Of course this religion can’t cash the checks it writes, and when the check bounces, as it seems to have for Tim Bergling, the only thing left is nihilism.

The following is a snippet from the article which was written in response to Jason Silva. The same applies to Avicii.

“What you have here with Jason Silva is a well-meaning but misguided individual who is made in the image of God for the purpose of worshiping God together with other humans. The thirst that he senses for pursuing a community-synchronized experience of music as a sanctifying meeting with the transcendent exists within him because of this image of God that is irrevocably stamped on his being.

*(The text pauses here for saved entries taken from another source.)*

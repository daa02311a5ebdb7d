//! Scores as functions of per-class counts, so that one definition serves a single fold, the
//! test rows pooled over the folds of a repeat (Forman & Scholz 2010, "Apples-to-Apples in
//! Cross-Validation Studies", recommend pooling the confusion counts for F1) and a bootstrap
//! resample (where each row's count is its multiplicity).

use super::{PairedFold, TestOutcome, mean};

/// Per-class counts of one prediction set: true positives, true rows, predicted rows.
#[derive(Debug, Clone, PartialEq)]
pub struct ClassCounts {
    /// True positives per class.
    pub tp: Vec<f64>,
    /// Rows whose true class is this class.
    pub truth: Vec<f64>,
    /// Rows predicted as this class.
    pub predicted: Vec<f64>,
}

impl ClassCounts {
    /// All-zero counts, to be added to fold by fold.
    pub fn zeros(n_classes: usize) -> Self {
        ClassCounts {
            tp: vec![0.0; n_classes],
            truth: vec![0.0; n_classes],
            predicted: vec![0.0; n_classes],
        }
    }

    /// Add the rows of `o`, each with weight `weight(i)` (1 for plain counts).
    pub fn add(&mut self, o: &TestOutcome, weight: impl Fn(usize) -> f64) {
        for (i, (&t, &p)) in o.labels.iter().zip(&o.pred).enumerate() {
            let w = weight(i);
            if w == 0.0 {
                continue;
            }
            let (t, p) = (t as usize, p as usize);
            if t >= self.truth.len() || p >= self.truth.len() {
                continue;
            }
            self.truth[t] += w;
            self.predicted[p] += w;
            if t == p {
                self.tp[t] += w;
            }
        }
    }

    /// The counts of one prediction set, every row weighted 1.
    pub fn of(o: &TestOutcome, n_classes: usize) -> Self {
        let mut c = ClassCounts::zeros(n_classes);
        c.add(o, |_| 1.0);
        c
    }
}

/// A score computed from pooled counts. Definitions follow scikit-learn's (zero_division=0;
/// balanced accuracy over classes with true rows; macro-F1 over classes true or predicted).
#[derive(Debug, Clone, PartialEq)]
pub enum PooledMetric {
    /// Share of rows predicted right.
    Accuracy,
    /// Mean recall over the classes with true rows.
    BalancedAccuracy,
    /// Mean F1 over the classes true or predicted.
    MacroF1,
    /// Mean recall over these classes (those with true rows).
    Recall(Vec<u32>),
    /// Precision of one class.
    Precision(u32),
    /// F1 of one class.
    F1(u32),
}

impl PooledMetric {
    /// Whether the score is a fixed-weight sum over test rows of "predicted right", so that
    /// its standard error follows from the per-row differences directly.
    pub fn is_row_linear(&self) -> bool {
        matches!(
            self,
            PooledMetric::Accuracy | PooledMetric::BalancedAccuracy | PooledMetric::Recall(_)
        )
    }

    /// Whether the score rests on a few named classes (and so on few test rows).
    pub fn is_class_figure(&self) -> bool {
        matches!(
            self,
            PooledMetric::Recall(_) | PooledMetric::Precision(_) | PooledMetric::F1(_)
        )
    }

    /// The classes whose true rows the score rests on (all when `None`).
    fn classes(&self) -> Option<Vec<u32>> {
        match self {
            PooledMetric::Recall(c) => Some(c.clone()),
            PooledMetric::Precision(c) | PooledMetric::F1(c) => Some(vec![*c]),
            _ => None,
        }
    }

    /// The score of `c`; NaN when it is undefined (no class to average over).
    pub fn value(&self, c: &ClassCounts) -> f64 {
        let ratio = |a: f64, b: f64| if b == 0.0 { 0.0 } else { a / b };
        let mean = |v: Vec<f64>| {
            if v.is_empty() {
                f64::NAN
            } else {
                v.iter().sum::<f64>() / v.len() as f64
            }
        };
        let k = c.truth.len();
        match self {
            PooledMetric::Accuracy => {
                let n: f64 = c.truth.iter().sum();
                if n == 0.0 {
                    f64::NAN
                } else {
                    c.tp.iter().sum::<f64>() / n
                }
            }
            PooledMetric::BalancedAccuracy => mean(
                (0..k)
                    .filter(|&i| c.truth[i] > 0.0)
                    .map(|i| c.tp[i] / c.truth[i])
                    .collect(),
            ),
            PooledMetric::MacroF1 => mean(
                (0..k)
                    .filter(|&i| c.truth[i] + c.predicted[i] > 0.0)
                    .map(|i| 2.0 * c.tp[i] / (c.truth[i] + c.predicted[i]))
                    .collect(),
            ),
            PooledMetric::Recall(set) => mean(
                set.iter()
                    .map(|&i| i as usize)
                    .filter(|&i| i < k && c.truth[i] > 0.0)
                    .map(|i| c.tp[i] / c.truth[i])
                    .collect(),
            ),
            PooledMetric::Precision(i) => {
                let i = *i as usize;
                if i >= k || c.truth[i] == 0.0 {
                    f64::NAN
                } else {
                    ratio(c.tp[i], c.predicted[i])
                }
            }
            PooledMetric::F1(i) => {
                let i = *i as usize;
                if i >= k || c.truth[i] == 0.0 {
                    f64::NAN
                } else {
                    ratio(2.0 * c.tp[i], c.truth[i] + c.predicted[i])
                }
            }
        }
    }
}

/// Method and baseline scores over the test rows pooled within each repeat, and their
/// difference, each averaged over the repeats where it is defined.
#[derive(Debug, Clone, PartialEq)]
pub struct Pooled {
    /// The method's score.
    pub method: f64,
    /// The baseline's score.
    pub baseline: f64,
    /// Method minus baseline, averaged over the repeats where both are defined.
    pub delta: f64,
}

/// [`Pooled`] scores of every metric.
pub fn pooled(folds: &[PairedFold], metrics: &[PooledMetric], n_classes: usize) -> Vec<Pooled> {
    let repeats = folds.iter().map(|f| f.repeat + 1).max().unwrap_or(0);
    let mut a = vec![ClassCounts::zeros(n_classes); repeats];
    let mut b = vec![ClassCounts::zeros(n_classes); repeats];
    for f in folds {
        a[f.repeat].add(f.method, |_| 1.0);
        b[f.repeat].add(f.baseline, |_| 1.0);
    }
    metrics
        .iter()
        .map(|m| {
            let (mut va, mut vb, mut vd) = (Vec::new(), Vec::new(), Vec::new());
            for r in 0..repeats {
                let (x, y) = (m.value(&a[r]), m.value(&b[r]));
                if x.is_finite() {
                    va.push(x);
                }
                if y.is_finite() {
                    vb.push(y);
                }
                if x.is_finite() && y.is_finite() {
                    vd.push(x - y);
                }
            }
            Pooled {
                method: mean(&va),
                baseline: mean(&vb),
                delta: mean(&vd),
            }
        })
        .collect()
}

/// The pooled difference of every metric.
pub fn pooled_deltas(folds: &[PairedFold], metrics: &[PooledMetric], n_classes: usize) -> Vec<f64> {
    pooled(folds, metrics, n_classes)
        .into_iter()
        .map(|p| p.delta)
        .collect()
}

/// Test rows per fold that each metric rests on: the true rows of its classes, averaged over
/// all folds (infinite for the scores over all classes).
pub fn rows_per_fold(folds: &[PairedFold], metrics: &[PooledMetric], n_classes: usize) -> Vec<f64> {
    let mut truth = vec![0.0f64; n_classes];
    for f in folds {
        for &t in &f.baseline.labels {
            if let Some(v) = truth.get_mut(t as usize) {
                *v += 1.0;
            }
        }
    }
    let n = folds.len().max(1) as f64;
    metrics
        .iter()
        .map(|m| match m.classes() {
            None => f64::INFINITY,
            Some(set) => {
                set.iter()
                    .filter_map(|&c| truth.get(c as usize))
                    .sum::<f64>()
                    / n
            }
        })
        .collect()
}
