//! Confidence intervals for the paired difference "method − baseline" of a cross-validated
//! score, one method per file. Each works from what the fold loop kept of every test row (its
//! input row, true class and the two predictions), so the row-level methods can pool the test
//! rows of all folds instead of treating each fold's score as one observation.
//!
//! Which method is the default is decided by the coverage simulation under `tests/bench/`
//! (see the README's table), not by taste.

mod bootstrap;
mod corrected_t;
mod counts;
mod cv_clt;
mod normal;

use serde::{Deserialize, Serialize};

pub use bootstrap::{BOOTSTRAP_REPLICATES, percentile as bootstrap_percentile};
pub use counts::{ClassCounts, Pooled, PooledMetric, pooled as counts_pooled};
pub use normal::{normal_cdf, normal_quantile};

/// Below this many test rows per fold (on average over the folds of a repeat) a per-class
/// figure has no interval: with two or three rows a fold's recall moves in steps of a third
/// or a half, and no variance estimate from such steps is worth printing.
pub const MIN_TEST_ROWS_PER_FOLD: f64 = 5.0;

/// How the interval of a paired difference is computed.
#[derive(Debug, Clone, Copy, PartialEq, Eq, Default, Serialize, Deserialize)]
#[serde(rename_all = "kebab-case")]
pub enum IntervalKind {
    /// Corrected resampled t over the per-fold differences (Nadeau & Bengio 2003); over
    /// k folds × r repeats this is the corrected repeated k-fold test of Bouckaert & Frank
    /// (2004): variance (1/(k·r) + n_test/n_train)·s², t with k·r − 1 degrees of freedom.
    /// The default: in the coverage study it is the only kind never below 93% coverage.
    #[default]
    CorrectedT,
    /// Cross-validation central-limit interval (Bayle, Bayle, Janson & Mackey 2020) from the
    /// per-test-row differences pooled over folds; non-linear scores use the bootstrap's
    /// standard error in the same normal interval.
    CvClt,
    /// Paired percentile bootstrap over test rows, resampled within folds and classes.
    Bootstrap,
    /// The central-limit interval plus the training-set variance the folds reveal: s̄²/k, s̄²
    /// the variance of the k fold differences within a repeat (averaged over repeats), less
    /// the part one repeat's test-row noise explains, is added to the per-row SE² after
    /// Nadeau & Bengio's overlap factor 1 + (k − 1)·n_test/n_train, with Welch–Satterthwaite
    /// degrees of freedom for that added part. The overlap factor applies to the
    /// training-set part only: the test rows of different folds are disjoint, so their noise
    /// is independent and the per-row SE already counts it exactly; applying the factor to
    /// all of s̄², as the corrected t does, is what makes that interval too wide. Bayle et al.'s interval assumes a stable learner;
    /// when growing a 10-row class moves the probe a lot from one training set to the next,
    /// the fold differences spread more than test-row noise explains, and this keeps that.
    CvCltFolds,
}

impl IntervalKind {
    /// Every kind, in the order `--help` lists them.
    pub const ALL: [IntervalKind; 4] = [
        IntervalKind::CorrectedT,
        IntervalKind::CvClt,
        IntervalKind::Bootstrap,
        IntervalKind::CvCltFolds,
    ];

    /// The name used on the command line and in results.
    pub fn name(self) -> &'static str {
        match self {
            IntervalKind::CorrectedT => "corrected-t",
            IntervalKind::CvClt => "cv-clt",
            IntervalKind::Bootstrap => "bootstrap",
            IntervalKind::CvCltFolds => "cv-clt-folds",
        }
    }

    /// The kind named `name`, if any.
    pub fn parse(name: &str) -> Option<IntervalKind> {
        IntervalKind::ALL.into_iter().find(|k| k.name() == name)
    }
}

impl std::fmt::Display for IntervalKind {
    fn fmt(&self, f: &mut std::fmt::Formatter<'_>) -> std::fmt::Result {
        f.write_str(self.name())
    }
}

/// What the fold loop keeps of one fold's test rows for one method and probe.
#[derive(Debug, Clone, Default, PartialEq)]
pub struct TestOutcome {
    /// Row of the input data set, per test row.
    pub rows: Vec<usize>,
    /// True class, per test row.
    pub labels: Vec<u32>,
    /// Predicted class, per test row.
    pub pred: Vec<u32>,
}

/// One fold's test rows under the method and under the baseline (same rows, same order).
#[derive(Debug, Clone, Copy)]
pub struct PairedFold<'a> {
    /// Which repeat of the fold scheme the fold belongs to.
    pub repeat: usize,
    /// Real training rows of the fold (for the corrected t's n_test/n_train).
    pub train_rows: usize,
    /// Predictions of the probe trained with the method's rows.
    pub method: &'a TestOutcome,
    /// Predictions of the probe trained on the real rows alone.
    pub baseline: &'a TestOutcome,
}

/// Why a difference has no interval.
#[derive(Debug, Clone, PartialEq, Serialize)]
#[serde(tag = "reason", rename_all = "kebab-case")]
pub enum NoInterval {
    /// Fewer than two folds had a value.
    TooFewFolds {
        /// How many folds had one.
        folds: usize,
    },
    /// Every fold (or every resample) moved by exactly the same amount: no spread to measure.
    NoVariation {
        /// How many folds had a value.
        folds: usize,
    },
    /// The classes the figure rests on have too few test rows per fold.
    FewTestRows {
        /// Mean test rows per fold of those classes.
        per_fold: f64,
    },
}

impl std::fmt::Display for NoInterval {
    fn fmt(&self, f: &mut std::fmt::Formatter<'_>) -> std::fmt::Result {
        match self {
            NoInterval::TooFewFolds { folds } => {
                write!(
                    f,
                    "no interval ({folds} fold{} with a value)",
                    plural(*folds)
                )
            }
            NoInterval::NoVariation { folds } => {
                write!(
                    f,
                    "no interval ({folds} fold{}, no variation)",
                    plural(*folds)
                )
            }
            NoInterval::FewTestRows { per_fold } => write!(
                f,
                "no interval ({per_fold:.1} test rows per fold, fewer than {MIN_TEST_ROWS_PER_FOLD})"
            ),
        }
    }
}

fn plural(n: usize) -> &'static str {
    if n == 1 { "" } else { "s" }
}

/// A paired difference with its interval, or the reason it has none.
#[derive(Debug, Clone, PartialEq, Serialize)]
pub struct PairedEstimate {
    /// Estimated difference (method − baseline).
    pub delta: f64,
    /// Bounds and two-sided p-value of "difference = 0"; NaN when there is no interval.
    pub low: f64,
    /// Upper bound (see `low`).
    pub high: f64,
    /// Two-sided p-value (see `low`).
    pub p_value: f64,
    /// Folds in which the figure had a value for both method and baseline.
    pub folds: usize,
    /// Set when there is no interval; the bounds and p are NaN then.
    pub no_interval: Option<NoInterval>,
    /// Fold differences that were exactly zero (of `folds`).
    pub zero_folds: usize,
}

impl PairedEstimate {
    fn without(delta: f64, folds: usize, zero_folds: usize, why: NoInterval) -> Self {
        PairedEstimate {
            delta,
            low: f64::NAN,
            high: f64::NAN,
            p_value: f64::NAN,
            folds,
            no_interval: Some(why),
            zero_folds,
        }
    }

    /// True when the interval exists and excludes zero.
    pub fn significant(&self) -> bool {
        self.no_interval.is_none() && (self.low > 0.0 || self.high < 0.0)
    }
}

/// The paired differences of `metrics` between method and baseline over `folds`, with
/// intervals of `kind` at `level` (e.g. 0.95). `seed` drives the bootstrap.
///
/// Every kind shares the same degenerate-case rules: fewer than two folds with a value, or no
/// spread at all, or too few test rows per fold in the classes a figure rests on, give the
/// estimate with no interval (NaN bounds and p, never p = 0 or 1 from a zero variance).
pub fn paired(
    kind: IntervalKind,
    folds: &[PairedFold],
    metrics: &[PooledMetric],
    n_classes: usize,
    level: f64,
    seed: u64,
) -> Vec<PairedEstimate> {
    let fold_level = corrected_t::fold_differences(folds, metrics, n_classes);
    let pooled = counts::pooled_deltas(folds, metrics, n_classes);
    let needs_boot = match kind {
        IntervalKind::Bootstrap => true,
        IntervalKind::CvClt | IntervalKind::CvCltFolds => {
            metrics.iter().any(|m| !m.is_row_linear())
        }
        IntervalKind::CorrectedT => false,
    };
    let boot = needs_boot.then(|| bootstrap::replicates(folds, metrics, n_classes, seed));
    let clt = matches!(kind, IntervalKind::CvClt | IntervalKind::CvCltFolds)
        .then(|| cv_clt::standard_errors(folds, metrics, n_classes));
    let between = (kind == IntervalKind::CvCltFolds)
        .then(|| corrected_t::within_repeat_variance(folds, metrics, n_classes));
    let single_repeat = (kind == IntervalKind::CvCltFolds)
        .then(|| cv_clt::single_repeat_errors(folds, metrics, n_classes));
    let per_fold = counts::rows_per_fold(folds, metrics, n_classes);
    metrics
        .iter()
        .enumerate()
        .map(|(j, metric)| {
            let diffs = &fold_level[j];
            let n = diffs.len();
            let zero = diffs.iter().filter(|&&d| d == 0.0).count();
            let delta = match kind {
                IntervalKind::CorrectedT => mean(diffs),
                _ => pooled[j],
            };
            if n < 2 {
                return PairedEstimate::without(
                    delta,
                    n,
                    zero,
                    NoInterval::TooFewFolds { folds: n },
                );
            }
            if metric.is_class_figure() && per_fold[j] < MIN_TEST_ROWS_PER_FOLD {
                return PairedEstimate::without(
                    delta,
                    n,
                    zero,
                    NoInterval::FewTestRows {
                        per_fold: per_fold[j],
                    },
                );
            }
            if diffs.iter().all(|&d| d == diffs[0]) {
                return PairedEstimate::without(
                    delta,
                    n,
                    zero,
                    NoInterval::NoVariation { folds: n },
                );
            }
            let bounds = match kind {
                IntervalKind::CorrectedT => {
                    let (n_train, n_test) = corrected_t::mean_sizes(folds);
                    corrected_t::interval(diffs, n_train, n_test, level)
                }
                IntervalKind::CvClt | IntervalKind::CvCltFolds => {
                    let se = if metric.is_row_linear() {
                        clt.as_ref().map_or(f64::NAN, |s| s[j])
                    } else {
                        boot.as_ref()
                            .map_or(f64::NAN, |b| bootstrap::std_dev(&b[j]))
                    };
                    match &between {
                        Some(v) => {
                            let k = folds.len() as f64
                                / (folds.iter().map(|f| f.repeat + 1).max().unwrap_or(1)) as f64;
                            let single = if metric.is_row_linear() {
                                single_repeat.as_ref().map_or(f64::NAN, |s| s[j])
                            } else {
                                se
                            };
                            let (n_train, n_test) = corrected_t::mean_sizes(folds);
                            let overlap = 1.0 + (k - 1.0) * n_test / n_train;
                            cv_clt::interval_with_folds(
                                delta,
                                se,
                                single,
                                v[j] * overlap,
                                overlap,
                                k,
                                level,
                            )
                        }
                        None => cv_clt::interval(delta, se, level),
                    }
                }
                IntervalKind::Bootstrap => boot
                    .as_ref()
                    .and_then(|b| bootstrap::percentile(&b[j], level)),
            };
            match bounds {
                Some((low, high, p_value)) => PairedEstimate {
                    delta,
                    low,
                    high,
                    p_value,
                    folds: n,
                    no_interval: None,
                    zero_folds: zero,
                },
                None => {
                    PairedEstimate::without(delta, n, zero, NoInterval::NoVariation { folds: n })
                }
            }
        })
        .collect()
}

/// The arithmetic mean; NaN for no values.
fn mean(v: &[f64]) -> f64 {
    if v.is_empty() {
        f64::NAN
    } else {
        v.iter().sum::<f64>() / v.len() as f64
    }
}
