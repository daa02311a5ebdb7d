//! The corrected resampled t-interval over per-fold differences (Nadeau & Bengio 2003,
//! "Inference for the Generalization Error", Machine Learning 52). Over k folds × r repeats it
//! is the corrected repeated k-fold test of Bouckaert & Frank (2004, "Evaluating the
//! Replicability of Significance Tests for Comparing Learning Algorithms", PAKDD).

use super::PairedFold;
use super::counts::{ClassCounts, PooledMetric};
use crate::eval::stats::corrected_paired_t;

/// Per metric, the finite per-fold differences (method − baseline), in fold order.
pub fn fold_differences(
    folds: &[PairedFold],
    metrics: &[PooledMetric],
    n_classes: usize,
) -> Vec<Vec<f64>> {
    let counts = fold_counts(folds, n_classes);
    metrics
        .iter()
        .map(|m| {
            counts
                .iter()
                .map(|(a, b)| m.value(a) - m.value(b))
                .filter(|d| d.is_finite())
                .collect()
        })
        .collect()
}

/// Method and baseline counts of each fold.
fn fold_counts(folds: &[PairedFold], n_classes: usize) -> Vec<(ClassCounts, ClassCounts)> {
    folds
        .iter()
        .map(|f| {
            (
                ClassCounts::of(f.method, n_classes),
                ClassCounts::of(f.baseline, n_classes),
            )
        })
        .collect()
}

/// Mean real training rows and mean test rows per fold.
pub fn mean_sizes(folds: &[PairedFold]) -> (f64, f64) {
    let n = folds.len().max(1) as f64;
    let train = folds.iter().map(|f| f.train_rows as f64).sum::<f64>() / n;
    let test = folds
        .iter()
        .map(|f| f.method.labels.len() as f64)
        .sum::<f64>()
        / n;
    (train, test)
}

/// Bounds and p-value, or `None` when the spread is zero or the sizes make no sense.
pub fn interval(diffs: &[f64], n_train: f64, n_test: f64, level: f64) -> Option<(f64, f64, f64)> {
    let iv = corrected_paired_t(diffs, n_train, n_test, level);
    (iv.low.is_finite() && iv.high.is_finite() && iv.low < iv.high)
        .then_some((iv.low, iv.high, iv.p_value))
}

/// Per metric, s̄²/k: the sample variance (ddof 1) of the k fold differences of each repeat,
/// averaged over the repeats with at least two, divided by the mean folds per repeat. This is
/// the variance of one repeat's mean difference if its folds were independent; repeats are not
/// counted as extra independent evidence (they reuse the same rows). NaN when no repeat has
/// two folds with a value.
pub fn within_repeat_variance(
    folds: &[PairedFold],
    metrics: &[PooledMetric],
    n_classes: usize,
) -> Vec<f64> {
    let repeats = folds.iter().map(|f| f.repeat + 1).max().unwrap_or(0);
    // Counted once per fold, not per metric (there are three metrics per class).
    let counts = fold_counts(folds, n_classes);
    metrics
        .iter()
        .map(|m| {
            let (mut var_sum, mut k_sum, mut used) = (0.0, 0.0, 0.0);
            for r in 0..repeats {
                let d: Vec<f64> = folds
                    .iter()
                    .zip(&counts)
                    .filter(|(f, _)| f.repeat == r)
                    .map(|(_, (a, b))| m.value(a) - m.value(b))
                    .filter(|d| d.is_finite())
                    .collect();
                if d.len() < 2 {
                    continue;
                }
                let mean = d.iter().sum::<f64>() / d.len() as f64;
                var_sum += d.iter().map(|x| (x - mean).powi(2)).sum::<f64>() / (d.len() - 1) as f64;
                k_sum += d.len() as f64;
                used += 1.0;
            }
            if used == 0.0 {
                f64::NAN
            } else {
                (var_sum / used) / (k_sum / used)
            }
        })
        .collect()
}
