/// Each method's own params follow linfa's `ParamGuard`: only checked params configure a
/// method, and a failed check names the parameter, never a command-line flag.
#[test]
fn method_params_are_checked_before_use() {
    use embloom::augment::{
        ExtrapolateParams, GaussianNoiseParams, InterpolateParams, MethodParams, NeighbourParams,
        Param, ParamGuard, PrincipalNoiseParams,
    };
    let name_of = |e: Error| match e {
        Error::Param { name, .. } => name,
        other => panic!("not a parameter error: {other}"),
    };
    // Defaults are the methods' documented ones and pass their own check.
    assert!(InterpolateParams::default().check().is_ok());
    assert!(ExtrapolateParams::default().check().is_ok());
    assert!(GaussianNoiseParams::default().check().is_ok());
    assert!(PrincipalNoiseParams::default().check().is_ok());
    let no_k = NeighbourParams {
        k: 0,
        ..NeighbourParams::default()
    };
    let e = InterpolateParams::default()
        .neighbours(no_k)
        .check()
        .unwrap_err();
    assert_eq!(name_of(e), "neighbours");
    let p = ExtrapolateParams::default().lambda(0.0);
    assert!(p.check_ref().is_err());
    assert_eq!(name_of(p.check().unwrap_err()), "magnitude");
    let e = PrincipalNoiseParams::default()
        .variance_kept(1.5)
        .check()
        .unwrap_err();
    assert_eq!(name_of(e), "variance-kept");
    let e = GaussianNoiseParams::default()
        .magnitude(f32::NAN)
        .check()
        .unwrap_err();
    assert!(!e.to_string().contains("--"), "{e}");
    // What each method reads comes from its params, and the registry reports it.
    assert_eq!(
        MethodKind::Interpolate.reads(),
        <InterpolateParams as MethodParams>::READS
    );
    assert!(!MethodKind::Interpolate.reads_param(Param::Magnitude));
    assert!(MethodKind::Extrapolate.reads_param(Param::Magnitude));
    assert!(MethodKind::PrincipalNoise.reads_param(Param::VarianceKept));
    assert!(MethodKind::None.reads().is_empty());
    // Names are unique, parse back, and every method has help text.
    for m in MethodKind::ALL {
        assert_eq!(m.name().parse::<MethodKind>().unwrap(), m);
        assert!(!m.help().is_empty());
    }
}

#[test]
fn none_adds_nothing() {
    let ds = blobs(&[10, 3], 4, 9);
    let g = grow(
        &ds,
        build(MethodKind::None, &AugmentParams::default())
            .unwrap()
            .as_ref(),
        &Plan { add: vec![0, 7] },
        true,
        1,
        &[],
    )
    .unwrap();
    assert_eq!(g.x.dim(), (0, 4));
    assert!(g.labels.is_empty() && g.provenance.is_empty() && g.notes.is_empty());
}

#[test]
fn non_finite_rows_and_bad_requests_are_errors() {
    // Rows near f32::MAX: noise of 1000 σ overflows f32; that must be an error, not Inf rows.
    let x = Array2::from_shape_vec((2, 2), vec![3.0e38, -3.0e38, -3.0e38, 3.0e38]).unwrap();
    let ds = Dataset::new(x, vec![0, 0], vec!["a".into()]);
    let m = build(MethodKind::GaussianNoise, &params(1, Some(1000.0))).unwrap();
    assert!(matches!(
        grow(&ds, m.as_ref(), &Plan { add: vec![20] }, false, 1, &[]),
        Err(Error::Data { .. })
    ));

    let ds = blobs(&[10, 10], 3, 10);
    let fitted = build(MethodKind::GaussianNoise, &AugmentParams::default())
        .unwrap()
        .fit(&(&ds).into(), &[0])
        .unwrap();
    // Sampling a class the method was not fitted on is refused.
    assert!(fitted.sample(1, 3, &mut seed::stream(1, &[])).is_err());
    assert_eq!(
        fitted
            .sample(0, 0, &mut seed::stream(1, &[]))
            .unwrap()
            .x
            .dim(),
        (0, 3)
    );
    // A plan for more classes than the training set has is refused.
    let m = build(MethodKind::GaussianNoise, &AugmentParams::default()).unwrap();
    assert!(grow(&ds, m.as_ref(), &Plan { add: vec![0, 0, 5] }, false, 1, &[]).is_err());
}

#[test]
fn cosine_metric_picks_cosine_neighbours() {
    let ds = blobs(&[25], 6, 12);
    let p = AugmentParams {
        metric: Metric::Cosine,
        ..params(4, None)
    };
    let g = grow(
        &ds,
        build(MethodKind::Interpolate, &p).unwrap().as_ref(),
        &Plan { add: vec![40] },
        false,
        2,
        &[],
    )
    .unwrap();
    assert_eq!(g.x.nrows(), 40);
    for pr in &g.provenance {
        // Neighbours by 1 − cos (the metric's definition), brute force in f64.
        assert!(among_k_nearest_by(
            &ds,
            pr.parent,
            pr.partner.unwrap(),
            4,
            cosine_dist
        ));
    }
}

For all the euphoria that this man is celebrating, it is a counterfeit euphoria that will not ultimately satisfy him nor will it help him to achieve his true purpose in life, which is to glorify his creator. It will end in emptiness and despair. He may quench his thirst temporarily with each “hit” of this counterfeit experience that he enjoys, but he will be thirsty again. He drinks from a broken cistern that cannot ultimately hold the water he thirsts for. The pursuit of pleasure as an end in itself is vanity and ultimately meaningless.

What he (and everyone else) truly needs is to drink from the fountain that will quench his thirst forever, that has been revealed to us in the person of Jesus Christ who is supreme over all creation. The transcendent has come in the form of a man who shed his blood for us in order to truly redeem us. This, in order that we might be restored to our creator so we can know him, worship him, obey him and enjoy him (and his musical gifts) together with others in time and space and for all eternity. We do need to be purged of our sin and escape death, but a concert just won’t do.”